Required work
From the line containing "if v.t1.compare(all[n-1].t1) >" to the last line of the records, please reproduce every line exactly and nothing more.

※

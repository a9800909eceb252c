package sight

import (
	"cmp"
	"slices"

	"enfilade/solver/exact"
	"enfilade/solver/mesh"
)

// Outline returns the border of the union of pieces, as rings: counter-clockwise around a part, clockwise around a hole, the
// largest part first. Distances are measured from origin.
//
//   - Shape: rings that may touch themselves and each other; what is seen on both sides, a thin wall too, is no border.
//   - Units: grid units; every corner is found exactly, so the same pieces' union has the same bits whatever the pieces.
//   - Cost: O(k² m) for m triangles with k pieces each.
func (f *Finder) Outline(pieces []Piece, origin exact.Pt, height int32) []Region {
	u := union{m: f.m, height: height}
	u.fill(pieces)
	for i := range u.shapes {
		u.inside(i)
	}
	u.alongEdges()
	return u.rings(origin)
}

// union is pieces on their way to become a border.
type union struct {
	m         *mesh.Mesh
	height    int32
	shapes    []shape // in the order of their triangles
	stretches []stretch
}

// shape is a piece as the lines of its edges, counter-clockwise.
type shape struct {
	piece int // its index
	tri   int32
	lines []exact.Line
	from  []int        // Convex.Source of each line
	clip  []exact.Line // all of the piece's limits, whether they bound it or not
	bits  uint16
}

// stretch is a piece of border with the union to its left: from t0 to t1 of its line.
type stretch struct {
	line   exact.Line
	t0, t1 fraction
	kind   Kind
}

// fill takes the pieces that have an inside and do not lie in another one.
func (u *union) fill(pieces []Piece) {
	var c Convex
	for i := range pieces {
		p := &pieces[i]
		if !c.Take(&u.m.Tris[p.Tri], p) {
			continue
		}
		s := shape{piece: i, tri: p.Tri, bits: p.Clip}
		for k := range c.Len() {
			s.lines = append(s.lines, c.Line(k))
			s.from = append(s.from, c.Source(k))
		}
		for k, l := range p.Lines[:p.N] {
			if p.Clip>>k&1 != 0 {
				s.clip = append(s.clip, l)
			}
		}
		u.shapes = append(u.shapes, s)
	}
	slices.SortStableFunc(u.shapes, func(a, b shape) int { return cmp.Compare(a.tri, b.tri) })
	kept := u.shapes[:0]
	for i := 0; i < len(u.shapes); {
		n := i
		for n < len(u.shapes) && u.shapes[n].tri == u.shapes[i].tri {
			n++
		}
		kept = append(kept, outermost(u.shapes[i:n])...)
		i = n
	}
	u.shapes = kept
}

// Reduced returns the pieces, in the order of their triangles, without those that have no inside or lie in another one.
func (f *Finder) Reduced(pieces []Piece) []Piece {
	u := union{m: f.m}
	u.fill(pieces)
	list := make([]Piece, len(u.shapes))
	for i := range u.shapes {
		list[i] = pieces[u.shapes[i].piece]
	}
	return list
}

// outermost returns the shapes that do not lie in another one, in place.
func outermost(all []shape) []shape {
	kept := all[:0]
next:
	for i := range all {
		s := all[i]
		for k := range kept {
			if kept[k].covers(&s) {
				continue next
			}
		}
		n := 0
		for k := range kept {
			if !s.covers(&kept[k]) {
				kept[n] = kept[k]
				n++
			}
		}
		kept = append(kept[:n], s)
	}
	return kept
}

// covers reports whether all of o lies in s.
func (s *shape) covers(o *shape) bool {
	n := len(o.lines)
	for _, l := range s.lines {
		for i := range o.lines {
			if exact.SideOfMeet(o.lines[i], o.lines[(i+1)%n], l) < 0 {
				return false
			}
		}
	}
	return true
}

// edge returns where edge i of the shape begins and ends, along the line l that it lies on.
func (s *shape) edge(i int, l exact.Line) (t0, t1 fraction) {
	n := len(s.lines)
	return meetAt(l, s.lines[(i+n-1)%n]), meetAt(l, s.lines[(i+1)%n])
}

// meetAt returns where line l meets k.
func meetAt(l, k exact.Line) fraction {
	num, den := l.Meet(k)
	if den < 0 {
		num, den = -num, -den
	}
	return fraction{num, den}
}

// inside adds the border along those edges of shape i that do not lie on an edge of its triangle: what no other shape covers
// from the far side. Where two shapes share a stretch of border on the same side, it is the first one's.
func (u *union) inside(i int) {
	s := &u.shapes[i]
	lo, hi := i, i+1
	for lo > 0 && u.shapes[lo-1].tri == s.tri {
		lo--
	}
	for hi < len(u.shapes) && u.shapes[hi].tri == s.tri {
		hi++
	}
	for k, l := range s.lines {
		if s.from[k] < 3 {
			continue
		}
		t0, t1 := s.edge(k, l)
		open := []interval{{t0, t1}}
		for j := lo; j < hi && len(open) > 0; j++ {
			if j == i {
				continue
			}
			if v, ok := u.shapes[j].along(l, j < i); ok {
				open = without(open, v)
			}
		}
		kind := Occluding
		if s.bits>>(s.from[k]-3)&1 != 0 {
			kind = ClipSide
		}
		for _, v := range open {
			u.stretches = append(u.stretches, stretch{l, v.t0, v.t1, kind})
		}
	}
}

// interval is a stretch of a line, from t0 to t1.
type interval struct{ t0, t1 fraction }

// along returns the stretch of line l on whose right side the shape lies; with same also that on whose left side it ends.
func (s *shape) along(l exact.Line, same bool) (interval, bool) {
	var v interval
	loSet, hiSet := false, false
	for _, h := range s.lines {
		c0, c1 := h.Dir.Cross(l.At.Sub(h.At)), h.Dir.Cross(l.Dir)
		switch {
		case c1 == 0 && (c0 < 0 || c0 == 0 && !same && h.Dir.Dot(l.Dir) > 0):
			return v, false
		case c1 > 0:
			if t := (fraction{-c0, c1}); !loSet || t.compare(v.t0) > 0 {
				v.t0, loSet = t, true
			}
		case c1 < 0:
			if t := (fraction{c0, -c1}); !hiSet || t.compare(v.t1) < 0 {
				v.t1, hiSet = t, true
			}
		}
	}
	return v, v.t0.compare(v.t1) < 0
}

// without takes v out of the intervals.
func without(open []interval, v interval) []interval {
	var left []interval
	for _, o := range open {
		if v.t1.compare(o.t0) <= 0 || o.t1.compare(v.t0) <= 0 {
			left = append(left, o)
			continue
		}
		if o.t0.compare(v.t0) < 0 {
			left = append(left, interval{o.t0, v.t0})
		}
		if v.t1.compare(o.t1) < 0 {
			left = append(left, interval{v.t1, o.t1})
		}
	}
	return left
}

// alongEdges adds the border along the edges of the mesh: what is covered from one side only.
func (u *union) alongEdges() {
	cover := map[mesh.Edge][]int{} // for each half-edge with an index in twin pairs the shapes along it, as index·8 + edge
	var edges []mesh.Edge
	for i := range u.shapes {
		s := &u.shapes[i]
		for k := range s.lines {
			if s.from[k] > 2 {
				continue
			}
			e := mesh.EdgeOf(s.tri, s.from[k])
			if twin := u.m.Twin(e); twin != mesh.None && twin < e {
				e = twin
			}
			if cover[e] == nil {
				edges = append(edges, e)
			}
			cover[e] = append(cover[e], i<<4|k)
		}
	}
	slices.Sort(edges)
	for _, e := range edges {
		u.alongEdge(e, cover[e])
	}
}

func (u *union) alongEdge(e mesh.Edge, cover []int) {
	a, b := u.m.Ends(e)
	l := exact.Through(a, b)
	var left, right []interval
	kind := Occluding
	for _, c := range cover {
		s, k := &u.shapes[c>>4], c&15
		for _, h := range s.clip {
			if h.Dir.Cross(l.Dir) == 0 && h.Side(a) == 0 {
				kind = ClipSide
			}
		}
		t0, t1 := s.edge(k, l)
		if s.tri == e.Tri() {
			left = append(left, interval{t0, t1})
		} else {
			right = append(right, interval{t1, t0})
		}
	}
	if u.m.Tris[e.Tri()].Top[e.Corner()] >= u.height {
		kind = Wall
	}
	left, right = joined(left), joined(right)
	for _, v := range minus(left, right) {
		u.stretches = append(u.stretches, stretch{l, v.t0, v.t1, kind})
	}
	for _, v := range minus(right, left) {
		u.stretches = append(u.stretches, stretch{exact.Line{At: l.At, Dir: l.Dir.Neg()}, v.t1.neg(), v.t0.neg(), kind})
	}
}

func (a fraction) neg() fraction { return fraction{-a.num, a.den} }

func minus(a, b []interval) []interval {
	for _, v := range b {
		a = without(a, v)
	}
	return a
}

// joined makes intervals that meet or overlap one.
func joined(all []interval) []interval {
	slices.SortFunc(all, func(a, b interval) int { return a.t0.compare(b.t0) })
	n := 0
	for _, v := range all {
		if n > 0 && v.t0.compare(all[n-1].t1) <= 0 {
			if v.t1.compare(all[n-1].t1) > 0 {
				all[n-1].t1 = v.t1
			}
			continue
		}
		all[n] = v
		n++
	}
	return all[:n]
}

※

Exercise answer
			if v.t1.compare(all[n-1].t1) > 0 {
				all[n-1].t1 = v.t1
			}
			continue
		}
		all[n] = v
		n++
	}
	return all[:n]
}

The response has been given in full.